(Stored dataset items)
==========

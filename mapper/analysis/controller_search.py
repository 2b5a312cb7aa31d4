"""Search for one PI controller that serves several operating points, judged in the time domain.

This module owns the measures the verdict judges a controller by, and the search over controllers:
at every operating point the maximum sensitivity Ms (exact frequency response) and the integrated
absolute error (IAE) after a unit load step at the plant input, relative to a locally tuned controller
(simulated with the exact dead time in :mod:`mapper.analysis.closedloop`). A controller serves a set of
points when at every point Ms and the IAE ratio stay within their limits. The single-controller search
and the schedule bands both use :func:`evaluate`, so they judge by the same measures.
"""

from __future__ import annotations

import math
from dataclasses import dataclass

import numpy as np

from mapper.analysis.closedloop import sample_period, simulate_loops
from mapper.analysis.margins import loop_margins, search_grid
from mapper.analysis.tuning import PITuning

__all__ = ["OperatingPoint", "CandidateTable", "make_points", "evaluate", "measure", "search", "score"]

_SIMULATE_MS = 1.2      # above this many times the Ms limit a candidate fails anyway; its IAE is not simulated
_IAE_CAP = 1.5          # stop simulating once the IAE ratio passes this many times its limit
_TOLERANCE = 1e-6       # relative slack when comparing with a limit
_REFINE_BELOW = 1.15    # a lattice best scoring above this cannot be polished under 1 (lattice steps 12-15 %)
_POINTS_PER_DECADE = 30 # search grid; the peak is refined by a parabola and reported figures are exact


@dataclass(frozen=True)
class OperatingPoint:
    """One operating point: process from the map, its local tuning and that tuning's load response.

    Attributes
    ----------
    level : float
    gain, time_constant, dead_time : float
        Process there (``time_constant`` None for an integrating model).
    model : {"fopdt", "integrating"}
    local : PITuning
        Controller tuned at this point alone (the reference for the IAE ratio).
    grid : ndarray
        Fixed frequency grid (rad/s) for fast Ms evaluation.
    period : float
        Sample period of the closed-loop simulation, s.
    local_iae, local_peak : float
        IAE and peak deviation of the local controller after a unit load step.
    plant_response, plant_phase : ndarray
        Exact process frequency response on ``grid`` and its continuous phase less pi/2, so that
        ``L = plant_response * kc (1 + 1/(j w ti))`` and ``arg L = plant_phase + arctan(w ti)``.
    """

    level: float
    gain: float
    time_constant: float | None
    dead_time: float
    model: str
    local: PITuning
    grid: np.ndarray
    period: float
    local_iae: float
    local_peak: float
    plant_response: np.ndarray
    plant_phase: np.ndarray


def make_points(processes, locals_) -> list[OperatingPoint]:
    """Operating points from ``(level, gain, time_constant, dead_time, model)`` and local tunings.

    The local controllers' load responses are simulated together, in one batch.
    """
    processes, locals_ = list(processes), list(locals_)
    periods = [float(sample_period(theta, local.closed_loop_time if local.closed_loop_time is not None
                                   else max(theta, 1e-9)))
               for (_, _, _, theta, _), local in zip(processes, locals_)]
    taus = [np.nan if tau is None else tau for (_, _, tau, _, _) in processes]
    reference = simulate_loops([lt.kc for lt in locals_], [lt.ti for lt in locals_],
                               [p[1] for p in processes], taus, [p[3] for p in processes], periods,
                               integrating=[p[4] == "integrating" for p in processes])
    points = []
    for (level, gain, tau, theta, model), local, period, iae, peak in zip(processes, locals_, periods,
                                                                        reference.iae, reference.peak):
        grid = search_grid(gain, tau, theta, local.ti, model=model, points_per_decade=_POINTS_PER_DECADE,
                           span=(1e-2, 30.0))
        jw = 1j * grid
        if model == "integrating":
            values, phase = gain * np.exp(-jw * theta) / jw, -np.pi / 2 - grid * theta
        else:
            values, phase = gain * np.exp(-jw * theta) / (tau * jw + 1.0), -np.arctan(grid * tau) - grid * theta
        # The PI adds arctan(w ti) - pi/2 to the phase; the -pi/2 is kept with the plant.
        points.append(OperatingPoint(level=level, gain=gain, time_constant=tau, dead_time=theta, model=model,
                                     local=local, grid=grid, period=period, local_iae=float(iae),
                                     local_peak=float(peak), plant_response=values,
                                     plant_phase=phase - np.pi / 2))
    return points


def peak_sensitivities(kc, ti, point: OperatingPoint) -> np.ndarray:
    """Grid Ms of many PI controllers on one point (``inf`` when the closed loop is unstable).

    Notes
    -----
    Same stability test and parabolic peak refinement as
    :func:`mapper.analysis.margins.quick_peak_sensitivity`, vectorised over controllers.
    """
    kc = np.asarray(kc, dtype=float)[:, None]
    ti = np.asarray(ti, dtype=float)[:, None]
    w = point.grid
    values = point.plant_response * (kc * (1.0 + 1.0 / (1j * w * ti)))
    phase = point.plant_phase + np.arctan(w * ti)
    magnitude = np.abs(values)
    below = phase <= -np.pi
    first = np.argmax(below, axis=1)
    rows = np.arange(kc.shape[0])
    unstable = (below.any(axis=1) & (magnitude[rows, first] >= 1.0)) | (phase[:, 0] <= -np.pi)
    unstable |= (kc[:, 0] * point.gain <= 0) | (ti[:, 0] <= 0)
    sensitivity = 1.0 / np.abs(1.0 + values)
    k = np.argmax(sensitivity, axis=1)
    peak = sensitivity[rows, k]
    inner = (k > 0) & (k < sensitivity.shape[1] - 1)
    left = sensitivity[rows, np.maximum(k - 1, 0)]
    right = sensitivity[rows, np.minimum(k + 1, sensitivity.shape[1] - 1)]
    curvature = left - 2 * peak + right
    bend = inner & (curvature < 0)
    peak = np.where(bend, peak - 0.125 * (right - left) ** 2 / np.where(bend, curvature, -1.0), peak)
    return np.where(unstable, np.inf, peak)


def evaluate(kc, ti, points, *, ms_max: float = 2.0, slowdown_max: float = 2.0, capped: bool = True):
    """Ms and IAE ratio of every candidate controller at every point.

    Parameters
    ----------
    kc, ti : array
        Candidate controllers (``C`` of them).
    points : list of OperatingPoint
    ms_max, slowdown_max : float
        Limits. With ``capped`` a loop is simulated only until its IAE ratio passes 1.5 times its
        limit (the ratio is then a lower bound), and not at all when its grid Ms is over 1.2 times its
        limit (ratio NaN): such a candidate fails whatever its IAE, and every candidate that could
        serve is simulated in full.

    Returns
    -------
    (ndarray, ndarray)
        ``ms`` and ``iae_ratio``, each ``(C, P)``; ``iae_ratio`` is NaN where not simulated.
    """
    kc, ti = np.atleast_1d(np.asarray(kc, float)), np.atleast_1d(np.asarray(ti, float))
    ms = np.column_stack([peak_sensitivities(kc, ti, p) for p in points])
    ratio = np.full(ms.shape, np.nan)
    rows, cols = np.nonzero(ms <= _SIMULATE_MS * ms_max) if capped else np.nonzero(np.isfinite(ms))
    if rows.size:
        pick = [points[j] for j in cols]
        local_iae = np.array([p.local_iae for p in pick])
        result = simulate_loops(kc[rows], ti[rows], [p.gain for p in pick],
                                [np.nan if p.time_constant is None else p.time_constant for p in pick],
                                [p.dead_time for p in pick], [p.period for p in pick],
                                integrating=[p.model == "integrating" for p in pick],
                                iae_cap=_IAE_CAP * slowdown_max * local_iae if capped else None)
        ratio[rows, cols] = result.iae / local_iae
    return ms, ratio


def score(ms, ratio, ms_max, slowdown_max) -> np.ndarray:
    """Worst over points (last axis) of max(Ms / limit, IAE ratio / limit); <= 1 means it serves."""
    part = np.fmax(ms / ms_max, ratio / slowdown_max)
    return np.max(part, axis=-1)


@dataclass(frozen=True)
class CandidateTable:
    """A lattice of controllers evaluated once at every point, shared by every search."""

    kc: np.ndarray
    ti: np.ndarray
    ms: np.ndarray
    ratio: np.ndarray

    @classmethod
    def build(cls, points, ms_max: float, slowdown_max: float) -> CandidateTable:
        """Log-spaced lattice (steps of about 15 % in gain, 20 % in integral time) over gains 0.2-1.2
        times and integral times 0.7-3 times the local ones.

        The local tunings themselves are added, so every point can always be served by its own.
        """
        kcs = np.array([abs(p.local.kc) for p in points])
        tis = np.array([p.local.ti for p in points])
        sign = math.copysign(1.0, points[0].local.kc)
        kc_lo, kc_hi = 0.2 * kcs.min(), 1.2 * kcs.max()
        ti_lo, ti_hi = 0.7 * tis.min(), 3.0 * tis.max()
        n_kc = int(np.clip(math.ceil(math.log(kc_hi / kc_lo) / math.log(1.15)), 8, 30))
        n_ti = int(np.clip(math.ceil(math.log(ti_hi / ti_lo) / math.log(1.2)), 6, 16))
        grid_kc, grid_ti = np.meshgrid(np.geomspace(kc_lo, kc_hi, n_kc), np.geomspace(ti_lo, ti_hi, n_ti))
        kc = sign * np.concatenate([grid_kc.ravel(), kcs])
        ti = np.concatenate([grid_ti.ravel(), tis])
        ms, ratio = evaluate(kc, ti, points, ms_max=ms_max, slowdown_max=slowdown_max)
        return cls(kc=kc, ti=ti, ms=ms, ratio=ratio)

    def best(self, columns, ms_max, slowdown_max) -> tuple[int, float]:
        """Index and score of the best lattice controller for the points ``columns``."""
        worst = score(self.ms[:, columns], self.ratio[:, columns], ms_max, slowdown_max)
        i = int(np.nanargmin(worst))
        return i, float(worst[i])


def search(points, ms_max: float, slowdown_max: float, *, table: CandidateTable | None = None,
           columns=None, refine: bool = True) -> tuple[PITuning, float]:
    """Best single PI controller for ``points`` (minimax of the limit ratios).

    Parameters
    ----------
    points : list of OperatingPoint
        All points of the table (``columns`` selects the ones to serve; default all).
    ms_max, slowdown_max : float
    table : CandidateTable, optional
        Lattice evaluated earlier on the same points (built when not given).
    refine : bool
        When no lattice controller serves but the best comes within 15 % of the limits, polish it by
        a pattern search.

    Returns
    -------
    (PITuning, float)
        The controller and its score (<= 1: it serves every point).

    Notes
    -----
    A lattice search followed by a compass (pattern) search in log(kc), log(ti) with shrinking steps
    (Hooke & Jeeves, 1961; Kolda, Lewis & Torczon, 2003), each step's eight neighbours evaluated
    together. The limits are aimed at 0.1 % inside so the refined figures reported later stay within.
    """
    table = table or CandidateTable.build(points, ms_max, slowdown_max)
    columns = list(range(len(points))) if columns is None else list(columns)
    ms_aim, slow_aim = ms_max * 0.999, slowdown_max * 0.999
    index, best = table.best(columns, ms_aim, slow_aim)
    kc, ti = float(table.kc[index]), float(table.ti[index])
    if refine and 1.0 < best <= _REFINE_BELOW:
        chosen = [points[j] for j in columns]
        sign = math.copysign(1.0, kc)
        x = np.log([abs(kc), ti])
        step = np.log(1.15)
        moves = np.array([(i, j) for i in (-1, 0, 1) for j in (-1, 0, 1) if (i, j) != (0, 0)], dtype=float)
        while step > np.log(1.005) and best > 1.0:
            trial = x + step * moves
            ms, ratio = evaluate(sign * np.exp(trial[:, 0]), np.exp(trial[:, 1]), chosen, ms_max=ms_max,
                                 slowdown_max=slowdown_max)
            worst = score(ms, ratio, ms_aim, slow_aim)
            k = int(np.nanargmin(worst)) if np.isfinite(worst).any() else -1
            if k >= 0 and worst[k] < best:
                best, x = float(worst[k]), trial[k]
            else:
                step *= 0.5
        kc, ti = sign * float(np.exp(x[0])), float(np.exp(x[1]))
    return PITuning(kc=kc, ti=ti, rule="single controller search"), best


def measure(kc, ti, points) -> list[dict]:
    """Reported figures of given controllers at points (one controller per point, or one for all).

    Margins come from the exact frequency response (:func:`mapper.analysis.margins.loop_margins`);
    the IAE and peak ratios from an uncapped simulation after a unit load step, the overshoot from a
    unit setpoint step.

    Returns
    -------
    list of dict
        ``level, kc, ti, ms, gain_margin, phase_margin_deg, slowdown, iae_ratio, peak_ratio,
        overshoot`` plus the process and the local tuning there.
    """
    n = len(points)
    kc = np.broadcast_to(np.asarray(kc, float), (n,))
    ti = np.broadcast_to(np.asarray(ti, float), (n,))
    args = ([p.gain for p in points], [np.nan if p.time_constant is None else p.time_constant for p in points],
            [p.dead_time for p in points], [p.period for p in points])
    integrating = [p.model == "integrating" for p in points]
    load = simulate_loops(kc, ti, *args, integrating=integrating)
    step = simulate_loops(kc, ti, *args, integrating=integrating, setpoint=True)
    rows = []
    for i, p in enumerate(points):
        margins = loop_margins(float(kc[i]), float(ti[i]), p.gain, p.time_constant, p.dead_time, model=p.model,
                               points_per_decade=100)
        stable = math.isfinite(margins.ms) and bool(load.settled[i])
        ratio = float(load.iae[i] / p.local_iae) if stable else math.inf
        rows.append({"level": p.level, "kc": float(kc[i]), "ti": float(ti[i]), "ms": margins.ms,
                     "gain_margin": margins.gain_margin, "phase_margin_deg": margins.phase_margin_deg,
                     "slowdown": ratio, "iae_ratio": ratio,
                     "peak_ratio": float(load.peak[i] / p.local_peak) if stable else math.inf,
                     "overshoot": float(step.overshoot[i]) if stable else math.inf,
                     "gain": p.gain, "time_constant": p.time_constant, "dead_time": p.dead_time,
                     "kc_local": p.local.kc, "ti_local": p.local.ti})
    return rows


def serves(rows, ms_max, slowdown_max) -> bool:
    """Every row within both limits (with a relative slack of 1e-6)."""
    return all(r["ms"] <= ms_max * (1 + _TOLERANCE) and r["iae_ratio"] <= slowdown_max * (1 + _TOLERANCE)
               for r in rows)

==========

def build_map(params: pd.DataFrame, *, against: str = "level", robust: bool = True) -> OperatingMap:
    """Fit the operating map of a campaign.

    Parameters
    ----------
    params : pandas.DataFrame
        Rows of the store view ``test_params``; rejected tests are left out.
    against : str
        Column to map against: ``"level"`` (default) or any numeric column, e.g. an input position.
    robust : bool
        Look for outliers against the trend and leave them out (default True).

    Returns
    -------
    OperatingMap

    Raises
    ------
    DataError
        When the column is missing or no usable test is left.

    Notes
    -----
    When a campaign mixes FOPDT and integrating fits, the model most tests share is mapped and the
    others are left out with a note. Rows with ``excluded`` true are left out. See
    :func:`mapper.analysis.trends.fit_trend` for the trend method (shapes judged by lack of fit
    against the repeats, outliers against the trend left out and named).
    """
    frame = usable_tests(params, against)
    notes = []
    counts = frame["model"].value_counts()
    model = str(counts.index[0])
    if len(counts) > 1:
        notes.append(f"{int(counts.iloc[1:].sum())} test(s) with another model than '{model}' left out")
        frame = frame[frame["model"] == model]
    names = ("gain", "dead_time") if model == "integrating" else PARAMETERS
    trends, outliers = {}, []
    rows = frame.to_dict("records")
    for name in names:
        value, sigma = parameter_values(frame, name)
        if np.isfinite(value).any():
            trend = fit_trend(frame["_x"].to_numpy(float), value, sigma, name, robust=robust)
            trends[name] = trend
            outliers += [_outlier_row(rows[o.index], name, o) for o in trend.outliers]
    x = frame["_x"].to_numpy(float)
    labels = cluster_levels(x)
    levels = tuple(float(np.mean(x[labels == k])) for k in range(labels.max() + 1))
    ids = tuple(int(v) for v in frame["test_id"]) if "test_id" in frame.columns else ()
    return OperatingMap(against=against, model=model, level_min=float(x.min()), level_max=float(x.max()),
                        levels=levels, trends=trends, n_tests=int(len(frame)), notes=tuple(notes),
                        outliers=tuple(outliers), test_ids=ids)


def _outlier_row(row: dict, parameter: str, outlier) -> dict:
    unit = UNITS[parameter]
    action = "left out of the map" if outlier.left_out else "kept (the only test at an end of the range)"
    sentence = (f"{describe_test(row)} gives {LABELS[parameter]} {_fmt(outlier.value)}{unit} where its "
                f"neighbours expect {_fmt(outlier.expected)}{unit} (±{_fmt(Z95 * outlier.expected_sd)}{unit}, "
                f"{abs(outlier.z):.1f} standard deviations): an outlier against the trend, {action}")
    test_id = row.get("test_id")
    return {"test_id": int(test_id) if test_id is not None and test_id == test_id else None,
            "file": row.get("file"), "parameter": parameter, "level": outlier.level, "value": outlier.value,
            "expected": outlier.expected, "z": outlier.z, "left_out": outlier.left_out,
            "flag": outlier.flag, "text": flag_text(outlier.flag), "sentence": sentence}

==========

# [Directions for this task]
Could you restate, word for word, the lines above from the one with "moves = np.array([(i, j)" to the one with "ms, ratio = evaluate(sign", both included?

# [Exercise output]
        moves = np.array([(i, j) for i in (-1, 0, 1) for j in (-1, 0, 1) if (i, j) != (0, 0)], dtype=float)
        while step > np.log(1.005) and best > 1.0:
            trial = x + step * moves
            ms, ratio = evaluate(sign * np.exp(trial[:, 0]), np.exp(trial[:, 1]), chosen, ms_max=ms_max,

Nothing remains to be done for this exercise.